◆ **ASSIGNMENT**: Quote all of the entries word for word.

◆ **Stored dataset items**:
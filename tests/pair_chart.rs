//! Pairing charts for two cylinder sets without a team file (`chart --mine --buddy`):
//! every CSV cell equals `plan_team` of the two-diver team it stands for, in metric and
//! imperial, and bad SPECs name the form.

use proptest::prelude::*;
use turnsheet::cli::PressureUnit;
use turnsheet::cli::pair_chart_cmd::{ChartFormat, PairArgs, csv, pair};
use turnsheet::plan::plan_team;

fn args(mine: &str, buddy: &str, unit: PressureUnit) -> PairArgs {
    PairArgs {
        mine: Some(mine.into()),
        buddy: Some(buddy.into()),
        rule: "thirds".into(),
        step: None,
        from: None,
        to: None,
        every: None,
        unit,
        o2: 32.0,
        he: 0.0,
        temp: 15.0,
        format: ChartFormat::Csv,
        output: None,
    }
}

const SPECS: [&str; 6] = [
    "2x12L@232bar",
    "1x18L@232bar",
    "2x8.5L@300bar",
    "2x77.4cuft@3000psi",
    "1x40cuft@3000psi",
    "2x104cuft@2640psi",
];

proptest! {
    #![proptest_config(ProptestConfig::with_cases(24))]

    #[test]
    fn csv_cells_are_the_plan_of_the_pair(
        m in 0usize..SPECS.len(),
        b in 0usize..SPECS.len(),
        imperial in any::<bool>(),
        r in 0usize..40,
        c in 0usize..40,
    ) {
        let unit = if imperial { PressureUnit::Psi } else { PressureUnit::Bar };
        let (team, chart) = pair(&args(SPECS[m], SPECS[b], unit)).unwrap();
        let text = csv(&chart);
        let lines: Vec<Vec<&str>> = text.lines().map(|l| l.split(',').collect()).collect();
        let r = r % chart.my_starts.len();
        let c = c % chart.buddy_starts.len();
        // Header and first column carry the starts.
        let mine: f64 = lines[r + 1][0].parse().unwrap();
        let theirs: f64 = lines[0][c + 1].parse().unwrap();
        prop_assert_eq!(mine, chart.my_starts[r]);
        prop_assert_eq!(theirs, chart.buddy_starts[c]);
        let mut t = team.clone();
        t.divers[0].start = t.default_gauge().pressure(mine);
        t.divers[1].start = t.default_gauge().pressure(theirs);
        let expected = plan_team(&t).ok().map(|p| p.divers[0].turn_shown_value);
        let cell = lines[r + 1][c + 1];
        match expected {
            Some(turn) => prop_assert_eq!(cell.parse::<f64>().unwrap(), turn),
            None => prop_assert_eq!(cell, ""),
        }
    }
}

#[test]
fn a_bad_spec_shows_the_form() {
    // A SPEC that does not parse is looked up as a locker set's name: use an empty
    // data directory of our own, never the user's. Only this test reads the variable.
    let dir = tempfile::tempdir().unwrap();
    unsafe { std::env::set_var("TURNSHEET_DATA_DIR", dir.path()) };
    for bad in ["2x12@232", "twelve", "3x12L@3000psi", ""] {
        let e = pair(&args(bad, "2x12L@232bar", PressureUnit::Bar)).unwrap_err();
        assert!(e.message.contains("COUNTxSIZE@RATING"), "{bad}: {e}");
        assert_eq!(e.field, "--mine");
    }
}

#[test]
fn the_range_of_starts_may_be_given_in_either_order() {
    let mut a = args("2x12L@232bar", "1x18L@232bar", PressureUnit::Bar);
    (a.from, a.to) = (Some(220.0), Some(150.0));
    let (_, down) = pair(&a).unwrap();
    (a.from, a.to) = (Some(150.0), Some(220.0));
    let (_, up) = pair(&a).unwrap();
    assert_eq!(down.my_starts, up.my_starts);
    assert_eq!(down.turns, up.turns);
    assert_eq!(up.my_starts.first(), Some(&220.0));
    assert_eq!(up.my_starts.last(), Some(&150.0));
    // Each end is still checked on its own and names its option.
    (a.from, a.to) = (Some(150.0), Some(900.0));
    assert_eq!(pair(&a).unwrap_err().field, "--to");
}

◆ **WRITTEN SOLUTION**:
filename tests/pair_chart.rs
//! Pairing charts for two cylinder sets without a team file (`chart --mine --buddy`):
//! every CSV cell equals `plan_team` of the two-diver team it stands for, in metric and
//! imperial, and bad SPECs name the form.

use proptest::prelude::*;
use turnsheet::cli::PressureUnit;
use turnsheet::cli::pair_chart_cmd::{ChartFormat, PairArgs, csv, pair};
use turnsheet::plan::plan_team;

fn args(mine: &str, buddy: &str, unit: PressureUnit) -> PairArgs {
    PairArgs {
        mine: Some(mine.into()),
        buddy: Some(buddy.into()),
        rule: "thirds".into(),
        step: None,
        from: None,
        to: None,
        every: None,
        unit,
        o2: 32.0,
        he: 0.0,
        temp: 15.0,
        format: ChartFormat::Csv,
        output: None,
    }
}

const SPECS: [&str; 6] = [
    "2x12L@232bar",
    "1x18L@232bar",
    "2x8.5L@300bar",
    "2x77.4cuft@3000psi",
    "1x40cuft@3000psi",
    "2x104cuft@2640psi",
];

proptest! {
    #![proptest_config(ProptestConfig::with_cases(24))]

    #[test]
    fn csv_cells_are_the_plan_of_the_pair(
        m in 0usize..SPECS.len(),
        b in 0usize..SPECS.len(),
        imperial in any::<bool>(),
        r in 0usize..40,
        c in 0usize..40,
    ) {
        let unit = if imperial { PressureUnit::Psi } else { PressureUnit::Bar };
        let (team, chart) = pair(&args(SPECS[m], SPECS[b], unit)).unwrap();
        let text = csv(&chart);
        let lines: Vec<Vec<&str>> = text.lines().map(|l| l.split(',').collect()).collect();
        let r = r % chart.my_starts.len();
        let c = c % chart.buddy_starts.len();
        // Header and first column carry the starts.
        let mine: f64 = lines[r + 1][0].parse().unwrap();
        let theirs: f64 = lines[0][c + 1].parse().unwrap();
        prop_assert_eq!(mine, chart.my_starts[r]);
        prop_assert_eq!(theirs, chart.buddy_starts[c]);
        let mut t = team.clone();
        t.divers[0].start = t.default_gauge().pressure(mine);
        t.divers[1].start = t.default_gauge().pressure(theirs);
        let expected = plan_team(&t).ok().map(|p| p.divers[0].turn_shown_value);
        let cell = lines[r + 1][c + 1];
        match expected {
            Some(turn) => prop_assert_eq!(cell.parse::<f64>().unwrap(), turn),
            None => prop_assert_eq!(cell, ""),
        }
    }
}

#[test]
fn a_bad_spec_shows_the_form() {
    // A SPEC that does not parse is looked up as a locker set's name: use an empty
    // data directory of our own, never the user's. Only this test reads the variable.
    let dir = tempfile::tempdir().unwrap();
    unsafe { std::env::set_var("TURNSHEET_DATA_DIR", dir.path()) };
    for bad in ["2x12@232", "twelve", "3x12L@3000psi", ""] {
        let e = pair(&args(bad, "2x12L@232bar", PressureUnit::Bar)).unwrap_err();
        assert!(e.message.contains("COUNTxSIZE@RATING"), "{bad}: {e}");
        assert_eq!(e.field, "--mine");
    }
}

#[test]
fn the_range_of_starts_may_be_given_in_either_order() {
    let mut a = args("2x12L@232bar", "1x18L@232bar", PressureUnit::Bar);
    (a.from, a.to) = (Some(220.0), Some(150.0));
    let (_, down) = pair(&a).unwrap();
    (a.from, a.to) = (Some(150.0), Some(220.0));
    let (_, up) = pair(&a).unwrap();
    assert_eq!(down.my_starts, up.my_starts);
    assert_eq!(down.turns, up.turns);
    assert_eq!(up.my_starts.first(), Some(&220.0));
    assert_eq!(up.my_starts.last(), Some(&150.0));
    // Each end is still checked on its own and names its option.
    (a.from, a.to) = (Some(150.0), Some(900.0));
    assert_eq!(pair(&a).unwrap_err().field, "--to");
}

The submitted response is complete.